Leur cible principale : le président Mohamed Morsi et, derrière lui, l’ensemble des Frères musulmans au pouvoir depuis un an. Leur objectif : faire tomber le gouvernement en place et parvenir à l’organisation d’une élection présidentielle anticipée. Explications avec Clément Steuer, chercheur en sciences politiques et spécialiste de la question égyptienne.

La manifestation du 30 juin en Egypte est attendue pour être massive. Que demandent les manifestants ?
 

Clément Steuer : Les organisations ayant appelé à manifester, et en particulier Tamarroud (rebellion en arabe), réclament des élections présidentielles anticipées. Le conflit entre les deux camps en présence (islamistes et libéraux) porte en fait sur le calendrier de la transition. Les Frères musulmans au pouvoir veulent s’inscrire dans la légitimité constitutionnelle : le président élu doit demeurer en poste jusqu’au terme de son mandat (2016) et la prochaine échéance électorale doit être l’élection de  l’Assemblée du peuple, dissoute il y a désormais plus d’un an.

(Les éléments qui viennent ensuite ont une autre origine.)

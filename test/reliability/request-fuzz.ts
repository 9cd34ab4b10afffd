import { readdirSync, readFileSync } from "node:fs";
import { join } from "node:path";
import fc from "fast-check";
import { projectRoot } from "../../adapters/project-root.js";

/** The example request of every procedure (examples/requests/*.json), by procedure. */
export function exampleInputs(): Map<string, unknown> {
  const dir = join(projectRoot(), "examples", "requests");
  const out = new Map<string, unknown>();
  for (const f of readdirSync(dir)
    .filter((f) => f.endsWith(".json"))
    .sort()) {
    const c = JSON.parse(readFileSync(join(dir, f), "utf8")) as { procedure: string; input: unknown };
    out.set(c.procedure, c.input);
  }
  return out;
}

type Path = (string | number)[];

/** Every property name anywhere in a JSON Schema (what an input may hold as a key). */
export function schemaKeys(schema: unknown, out = new Set<string>()): Set<string> {
  if (Array.isArray(schema)) for (const s of schema) schemaKeys(s, out);
  else if (typeof schema === "object" && schema !== null) {
    for (const [k, v] of Object.entries(schema)) {
      if (k === "properties" && typeof v === "object" && v !== null) for (const name of Object.keys(v)) out.add(name);
      schemaKeys(v, out);
    }
  }
  return out;
}

/** Whether a JSON text holds, anywhere, an object key outside `known` (false for text that is not JSON). */
export function hasUnknownKey(body: string, known: ReadonlySet<string>): boolean {
  let v: unknown;
  try {
    v = JSON.parse(body);
  } catch {
    return false;
  }
  const todo: unknown[] = [v]; // iterative: the deep-nesting mutation nests 10,000 levels
  while (todo.length > 0) {
    const x = todo.pop();
    if (Array.isArray(x)) todo.push(...x);
    else if (typeof x === "object" && x !== null) {
      for (const [k, y] of Object.entries(x)) {
        if (!known.has(k)) return true;
        todo.push(y);
      }
    }
  }
  return false;
}

/** Every path to a node of `v` (the root excluded), depth first, in key order. */
export function pathsOf(v: unknown, at: Path = []): Path[] {
  const out: Path[] = [];
  if (Array.isArray(v)) {
    for (let i = 0; i < v.length; i += 1) out.push([...at, i], ...pathsOf(v[i], [...at, i]));
  } else if (typeof v === "object" && v !== null)
    for (const [k, x] of Object.entries(v)) out.push([...at, k], ...pathsOf(x, [...at, k]));
  return out;
}

export const MUTATIONS = [
  "type",
  "sign",
  "magnitude",
  "wrong-unit",
  "missing",
  "extra",
  "huge-string",
  "deep-nesting",
] as const;
export type Mutation = (typeof MUTATIONS)[number];

const DEEP = "__fuzz_deep_nesting__";
const DEPTH = 10_000;
const typeSwaps = [null, true, "text", 7, [], {}, [1, 2], { kind: "nothing" }];
const magnitudes = [1e300, -1e300, 1e-300, 0, Number.MAX_VALUE, 5e15, -0, 2 ** 53 + 1];
const wrongUnits = [
  "3 kg",
  "5 m/s",
  "2 V",
  "1 A",
  "4 s",
  "7 degC",
  "12 ohm",
  "1 J",
  "2 K/W",
  "banana",
  "1e999 V",
  "NaN V",
  "-Infinity A",
  "",
];

/** A mutation of one node, as an arbitrary: the kind, the node index and the replacement picks. */
export const mutationArb = fc.record({ kind: fc.constantFrom(...MUTATIONS), node: fc.nat(), pick: fc.nat() });

function getAt(v: unknown, p: Path): unknown {
  let x = v;
  for (const k of p) x = (x as Record<string | number, unknown>)[k];
  return x;
}

/** The JSON text of `input` with one node mutated as `m` says. */
export function mutatedBody(input: unknown, m: { kind: Mutation; node: number; pick: number }): string {
  const copy = structuredClone(input) as Record<string, unknown>;
  const paths = pathsOf(copy);
  if (paths.length === 0) return JSON.stringify(copy);
  const path = paths[m.node % paths.length] as Path;
  const parent = getAt(copy, path.slice(0, -1)) as Record<string | number, unknown> | unknown[];
  const key = path.at(-1) as string | number;
  const old = (parent as Record<string | number, unknown>)[key];
  const set = (v: unknown) => {
    (parent as Record<string | number, unknown>)[key] = v;
  };
  const pick = <T>(xs: readonly T[]): T => xs[m.pick % xs.length] as T;
  switch (m.kind) {
    case "type":
      set(pick(typeSwaps.filter((t) => typeof t !== typeof old || Array.isArray(t) !== Array.isArray(old))));
      break;
    case "sign":
      if (typeof old === "number") set(old === 0 ? -1 : -old);
      else if (typeof old === "string") set(`-${old}`);
      else set(-1);
      break;
    case "magnitude": {
      const x = pick(magnitudes);
      set(typeof old === "string" && /\d/.test(old) ? old.replace(/^-?[\d.]+(e-?\d+)?/i, String(x)) : x);
      break;
    }
    case "wrong-unit":
      set(pick(wrongUnits));
      break;
    case "missing":
      if (Array.isArray(parent)) parent.splice(key as number, 1);
      else delete (parent as Record<string, unknown>)[key as string];
      break;
    case "extra":
      if (typeof old === "object" && old !== null && !Array.isArray(old))
        (old as Record<string, unknown>).unexpectedField = pick([1, "x", null, { a: 1 }]);
      else copy.unexpectedField = 1;
      break;
    case "huge-string":
      set(pick(["x".repeat(200_000), `${"1".repeat(100_000)} V`, "\u0000".repeat(10_000), "😀".repeat(50_000)]));
      break;
    case "deep-nesting":
      set(DEEP);
      break;
  }
  const text = JSON.stringify(copy);
  const nested = pick([`${"[".repeat(DEPTH)}${"]".repeat(DEPTH)}`, `${'{"a":'.repeat(DEPTH)}1${"}".repeat(DEPTH)}`]);
  return text.replace(`"${DEEP}"`, nested);
}

/** Families that bound resources (issue 22): nesting depth, width (many items or keys) and size, each at one node of an example. */
export const RESOURCE_MUTATIONS = [
  "depth-over-limit",
  "deep-array",
  "deep-object",
  "wide-array",
  "wide-object",
  "big-string",
] as const;
export type ResourceMutation = (typeof RESOURCE_MUTATIONS)[number];

const WIDE = "__fuzz_wide__";

/** The JSON text of `input` with one node replaced as `kind` says (the node picked by `node`). */
export function resourceBody(input: unknown, kind: ResourceMutation, node: number, depthLimit: number): string {
  const copy = structuredClone(input) as Record<string, unknown>;
  const paths = pathsOf(copy);
  if (paths.length === 0) return JSON.stringify(copy);
  const path = paths[node % paths.length] as Path;
  const parent = getAt(copy, path.slice(0, -1)) as Record<string | number, unknown>;
  const key = path.at(-1) as string | number;
  const old = parent[key];
  parent[key] = WIDE;
  const text = JSON.stringify(copy);
  const oldText = JSON.stringify(old) ?? "null";
  const replacement: Record<ResourceMutation, () => string> = {
    // just past the limit, counted from this node's own depth: the input as a whole is over it
    "depth-over-limit": () => `${"[".repeat(depthLimit + 1)}${"]".repeat(depthLimit + 1)}`,
    "deep-array": () => `${"[".repeat(DEPTH)}${"]".repeat(DEPTH)}`,
    "deep-object": () => `${'{"a":'.repeat(DEPTH)}1${"}".repeat(DEPTH)}`,
    "wide-array": () => `[${Array.from({ length: 5000 }, () => oldText).join(",")}]`,
    "wide-object": () => `{${Array.from({ length: 5000 }, (_, i) => `"k${i}":${oldText}`).join(",")}}`,
    "big-string": () => JSON.stringify("9".repeat(6_000_000)),
  };
  return text.replace(`"${WIDE}"`, replacement[kind]());
}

Ces élections législatives, déjà plusieurs fois repoussées, sont prévues pour l’automne prochain. Mais l’opposition ne fait désormais plus confiance aux Frères musulmans, suspectés de placer leurs hommes à tous les postes stratégiques dans l’objectif de frauder ces élections et de s’installer durablement au pouvoir. De ce fait, les manifestants réclament le retrait du président Morsi et l’organisation d’élections présidentielles anticipées, sous contrôle de la justice et de l’armée afin de prévenir toute fraude en faveur du président sortant.

Pensez-vous que cette mobilisation contre le pouvoir des Frères musulmans pourrait relancer la révolution ?
 

Clément Steuer : C’est l’espoir d’une grande partie des organisateurs, qui rêvent de ré-éditer le scénario de janvier 2011 : des mobilisations massives accompagnées d’une neutralité bienveillante de l’armée, qui paralyseraient le pays et isoleraient le pouvoir exécutif, ainsi contraint à la démission à brève échéance. Les révolutionnaires espèrent ainsi reprendre la transition à zéro.

Mais alors que la première transition avait été organisée sous l’égide de l’armée, l’objectif est cette fois-ci de constituer un gouvernement civil de transition, placé sous l’autorité du président de la Cour constitutionnelle, et composé de technocrates. Il s’agirait ensuite d’élire non seulement un nouveau président, mais aussi et surtout une assemblée constituante, la Constitution actuelle ayant été rédigée majoritairement par les islamistes, et étant contestée par l’opposition.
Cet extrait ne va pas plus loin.